Directions: Copy whichever lines of the data hold the word "TierName".

Supplied data:
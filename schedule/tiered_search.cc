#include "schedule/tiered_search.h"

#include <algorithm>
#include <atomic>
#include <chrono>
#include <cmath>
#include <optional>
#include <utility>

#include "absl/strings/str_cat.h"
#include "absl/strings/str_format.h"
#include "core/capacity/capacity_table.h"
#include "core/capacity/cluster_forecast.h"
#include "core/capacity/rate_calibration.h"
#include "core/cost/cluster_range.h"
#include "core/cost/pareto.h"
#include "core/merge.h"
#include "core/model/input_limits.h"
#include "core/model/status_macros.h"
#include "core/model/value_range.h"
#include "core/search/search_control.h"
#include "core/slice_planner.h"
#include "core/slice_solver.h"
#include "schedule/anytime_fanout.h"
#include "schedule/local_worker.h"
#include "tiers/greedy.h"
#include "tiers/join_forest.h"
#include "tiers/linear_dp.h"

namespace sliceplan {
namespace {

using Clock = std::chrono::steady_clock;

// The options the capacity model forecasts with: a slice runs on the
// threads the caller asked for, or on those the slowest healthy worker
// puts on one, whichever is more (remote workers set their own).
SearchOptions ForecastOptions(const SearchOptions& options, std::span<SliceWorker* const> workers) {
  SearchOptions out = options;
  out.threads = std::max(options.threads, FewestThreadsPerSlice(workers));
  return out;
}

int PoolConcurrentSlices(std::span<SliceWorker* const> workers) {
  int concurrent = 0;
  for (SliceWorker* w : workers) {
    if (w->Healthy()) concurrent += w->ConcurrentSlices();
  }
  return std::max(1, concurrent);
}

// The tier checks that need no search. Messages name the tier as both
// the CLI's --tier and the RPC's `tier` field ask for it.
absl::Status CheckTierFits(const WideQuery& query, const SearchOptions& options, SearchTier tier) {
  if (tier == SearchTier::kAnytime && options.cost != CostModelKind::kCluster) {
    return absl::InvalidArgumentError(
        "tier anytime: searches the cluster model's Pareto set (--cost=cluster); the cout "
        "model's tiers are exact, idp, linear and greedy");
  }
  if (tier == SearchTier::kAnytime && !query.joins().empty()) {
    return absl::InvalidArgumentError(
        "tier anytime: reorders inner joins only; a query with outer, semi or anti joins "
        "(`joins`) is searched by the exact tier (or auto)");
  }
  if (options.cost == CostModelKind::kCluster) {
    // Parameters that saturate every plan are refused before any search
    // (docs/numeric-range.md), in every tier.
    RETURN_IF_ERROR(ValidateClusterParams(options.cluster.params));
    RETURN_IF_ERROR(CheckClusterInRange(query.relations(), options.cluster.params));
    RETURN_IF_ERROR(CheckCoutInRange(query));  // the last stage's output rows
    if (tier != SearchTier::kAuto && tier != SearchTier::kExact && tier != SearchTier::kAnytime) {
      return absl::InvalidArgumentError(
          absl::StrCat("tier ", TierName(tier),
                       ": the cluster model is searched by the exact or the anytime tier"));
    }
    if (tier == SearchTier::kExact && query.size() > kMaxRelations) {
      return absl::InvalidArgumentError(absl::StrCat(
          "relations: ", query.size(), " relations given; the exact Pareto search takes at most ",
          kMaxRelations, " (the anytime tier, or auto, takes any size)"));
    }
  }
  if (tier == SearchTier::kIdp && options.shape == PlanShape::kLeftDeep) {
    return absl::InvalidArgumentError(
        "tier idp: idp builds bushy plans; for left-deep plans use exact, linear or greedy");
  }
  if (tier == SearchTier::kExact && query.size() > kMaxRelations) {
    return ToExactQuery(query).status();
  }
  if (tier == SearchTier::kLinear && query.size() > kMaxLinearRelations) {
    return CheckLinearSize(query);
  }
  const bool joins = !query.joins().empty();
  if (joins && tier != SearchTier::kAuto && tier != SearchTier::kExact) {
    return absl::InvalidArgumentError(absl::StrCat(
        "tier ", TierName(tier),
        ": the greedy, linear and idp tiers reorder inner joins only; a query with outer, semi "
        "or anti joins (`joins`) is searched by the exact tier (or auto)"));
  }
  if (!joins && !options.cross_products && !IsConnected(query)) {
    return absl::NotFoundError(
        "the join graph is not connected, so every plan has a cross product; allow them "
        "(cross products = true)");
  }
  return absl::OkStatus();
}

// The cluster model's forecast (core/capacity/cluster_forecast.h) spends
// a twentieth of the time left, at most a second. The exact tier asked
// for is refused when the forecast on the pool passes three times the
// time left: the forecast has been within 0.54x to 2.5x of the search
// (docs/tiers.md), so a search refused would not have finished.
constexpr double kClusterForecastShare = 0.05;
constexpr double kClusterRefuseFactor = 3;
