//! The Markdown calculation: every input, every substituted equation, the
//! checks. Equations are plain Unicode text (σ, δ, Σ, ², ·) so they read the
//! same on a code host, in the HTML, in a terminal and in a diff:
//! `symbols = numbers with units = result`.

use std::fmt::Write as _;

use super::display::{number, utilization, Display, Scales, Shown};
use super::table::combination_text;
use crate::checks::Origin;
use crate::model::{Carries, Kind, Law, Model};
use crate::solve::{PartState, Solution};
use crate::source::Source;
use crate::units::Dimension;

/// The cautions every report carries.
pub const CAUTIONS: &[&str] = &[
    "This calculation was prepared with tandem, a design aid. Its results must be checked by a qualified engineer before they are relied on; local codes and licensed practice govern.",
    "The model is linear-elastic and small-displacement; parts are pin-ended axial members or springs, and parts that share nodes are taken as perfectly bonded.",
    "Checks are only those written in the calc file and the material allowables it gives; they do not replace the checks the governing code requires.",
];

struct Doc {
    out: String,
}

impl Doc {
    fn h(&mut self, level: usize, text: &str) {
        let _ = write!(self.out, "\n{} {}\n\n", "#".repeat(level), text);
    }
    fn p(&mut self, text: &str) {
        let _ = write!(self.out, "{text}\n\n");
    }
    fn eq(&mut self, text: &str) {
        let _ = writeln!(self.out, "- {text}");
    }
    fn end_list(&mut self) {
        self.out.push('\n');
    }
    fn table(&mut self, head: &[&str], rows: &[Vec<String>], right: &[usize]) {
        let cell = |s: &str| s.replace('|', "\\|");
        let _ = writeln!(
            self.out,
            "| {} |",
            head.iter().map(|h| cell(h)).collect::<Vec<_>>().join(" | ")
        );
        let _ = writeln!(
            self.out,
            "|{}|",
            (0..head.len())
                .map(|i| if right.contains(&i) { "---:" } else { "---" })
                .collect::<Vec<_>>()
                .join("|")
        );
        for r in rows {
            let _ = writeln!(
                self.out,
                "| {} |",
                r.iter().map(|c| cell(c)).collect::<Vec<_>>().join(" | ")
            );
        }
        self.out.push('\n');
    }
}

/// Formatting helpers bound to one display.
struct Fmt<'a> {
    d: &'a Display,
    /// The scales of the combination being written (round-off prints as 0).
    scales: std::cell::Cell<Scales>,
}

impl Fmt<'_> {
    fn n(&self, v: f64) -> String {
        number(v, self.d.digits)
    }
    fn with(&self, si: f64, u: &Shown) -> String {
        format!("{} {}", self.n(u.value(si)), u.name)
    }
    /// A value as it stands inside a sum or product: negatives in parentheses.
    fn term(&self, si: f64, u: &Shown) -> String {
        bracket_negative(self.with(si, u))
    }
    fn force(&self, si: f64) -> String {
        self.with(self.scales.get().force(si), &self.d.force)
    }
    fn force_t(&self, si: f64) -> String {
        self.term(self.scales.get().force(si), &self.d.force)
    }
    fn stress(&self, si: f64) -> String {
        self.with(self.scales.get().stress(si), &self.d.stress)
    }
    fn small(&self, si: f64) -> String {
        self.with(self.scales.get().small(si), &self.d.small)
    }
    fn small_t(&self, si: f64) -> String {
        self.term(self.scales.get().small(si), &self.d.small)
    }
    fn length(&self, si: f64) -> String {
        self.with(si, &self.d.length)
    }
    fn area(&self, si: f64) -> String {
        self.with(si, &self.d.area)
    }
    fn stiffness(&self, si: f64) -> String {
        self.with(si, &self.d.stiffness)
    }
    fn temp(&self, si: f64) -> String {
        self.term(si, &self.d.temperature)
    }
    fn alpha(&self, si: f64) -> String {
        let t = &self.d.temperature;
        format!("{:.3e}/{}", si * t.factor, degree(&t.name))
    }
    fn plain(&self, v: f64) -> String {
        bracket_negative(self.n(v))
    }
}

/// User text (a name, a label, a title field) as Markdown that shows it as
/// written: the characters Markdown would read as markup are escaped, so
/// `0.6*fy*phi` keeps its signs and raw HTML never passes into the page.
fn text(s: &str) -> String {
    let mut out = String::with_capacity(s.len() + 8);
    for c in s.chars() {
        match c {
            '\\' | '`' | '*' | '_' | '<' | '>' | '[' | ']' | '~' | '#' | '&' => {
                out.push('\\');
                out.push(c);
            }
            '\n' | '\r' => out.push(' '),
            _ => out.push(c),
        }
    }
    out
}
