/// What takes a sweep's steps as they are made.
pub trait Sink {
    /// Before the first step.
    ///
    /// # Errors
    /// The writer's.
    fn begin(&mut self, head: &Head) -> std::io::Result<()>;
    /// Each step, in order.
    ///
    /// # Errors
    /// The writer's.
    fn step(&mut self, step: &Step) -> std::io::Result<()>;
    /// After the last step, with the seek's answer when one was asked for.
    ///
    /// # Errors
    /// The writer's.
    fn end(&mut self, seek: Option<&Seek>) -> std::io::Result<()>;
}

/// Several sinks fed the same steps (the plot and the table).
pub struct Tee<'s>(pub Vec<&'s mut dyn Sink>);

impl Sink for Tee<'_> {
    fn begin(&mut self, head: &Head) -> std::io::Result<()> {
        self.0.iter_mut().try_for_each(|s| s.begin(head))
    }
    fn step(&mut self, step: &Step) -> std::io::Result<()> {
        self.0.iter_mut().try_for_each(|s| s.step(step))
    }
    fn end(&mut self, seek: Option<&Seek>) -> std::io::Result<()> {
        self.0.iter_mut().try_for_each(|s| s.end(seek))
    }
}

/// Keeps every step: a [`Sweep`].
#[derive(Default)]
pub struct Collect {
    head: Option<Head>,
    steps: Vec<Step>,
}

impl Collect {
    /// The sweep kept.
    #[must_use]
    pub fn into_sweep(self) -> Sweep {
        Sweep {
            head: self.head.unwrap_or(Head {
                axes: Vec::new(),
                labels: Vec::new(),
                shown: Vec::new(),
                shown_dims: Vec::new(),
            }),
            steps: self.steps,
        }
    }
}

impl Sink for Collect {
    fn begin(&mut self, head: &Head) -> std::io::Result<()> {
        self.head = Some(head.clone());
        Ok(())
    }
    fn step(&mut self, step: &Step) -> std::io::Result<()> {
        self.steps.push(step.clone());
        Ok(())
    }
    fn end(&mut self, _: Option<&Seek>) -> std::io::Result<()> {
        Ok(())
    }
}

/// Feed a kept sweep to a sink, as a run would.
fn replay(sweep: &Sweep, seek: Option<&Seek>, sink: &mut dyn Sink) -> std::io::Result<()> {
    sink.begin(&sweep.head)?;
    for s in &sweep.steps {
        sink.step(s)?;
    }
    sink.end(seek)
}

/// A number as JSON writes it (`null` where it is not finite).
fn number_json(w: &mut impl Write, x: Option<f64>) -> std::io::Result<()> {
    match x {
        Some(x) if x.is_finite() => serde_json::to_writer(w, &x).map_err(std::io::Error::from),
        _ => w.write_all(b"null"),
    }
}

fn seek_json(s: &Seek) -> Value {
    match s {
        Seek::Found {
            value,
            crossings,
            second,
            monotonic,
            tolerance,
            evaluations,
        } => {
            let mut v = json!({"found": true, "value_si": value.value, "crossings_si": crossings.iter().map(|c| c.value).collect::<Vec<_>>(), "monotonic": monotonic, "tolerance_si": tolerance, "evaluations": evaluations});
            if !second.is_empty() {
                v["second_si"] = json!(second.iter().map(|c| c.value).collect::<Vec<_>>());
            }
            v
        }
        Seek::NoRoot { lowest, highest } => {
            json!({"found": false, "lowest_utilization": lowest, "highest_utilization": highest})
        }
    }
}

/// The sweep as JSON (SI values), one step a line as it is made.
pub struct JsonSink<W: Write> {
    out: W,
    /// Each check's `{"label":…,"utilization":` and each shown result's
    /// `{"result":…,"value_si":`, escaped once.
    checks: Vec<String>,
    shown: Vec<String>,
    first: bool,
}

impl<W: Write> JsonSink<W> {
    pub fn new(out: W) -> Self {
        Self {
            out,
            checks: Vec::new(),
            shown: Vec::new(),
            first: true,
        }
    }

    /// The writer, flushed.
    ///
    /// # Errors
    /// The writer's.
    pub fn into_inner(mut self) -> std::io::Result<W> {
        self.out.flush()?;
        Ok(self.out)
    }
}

Exercise solution:
          absl::StrCat("tier ", TierName(tier),
        "tier ", TierName(tier),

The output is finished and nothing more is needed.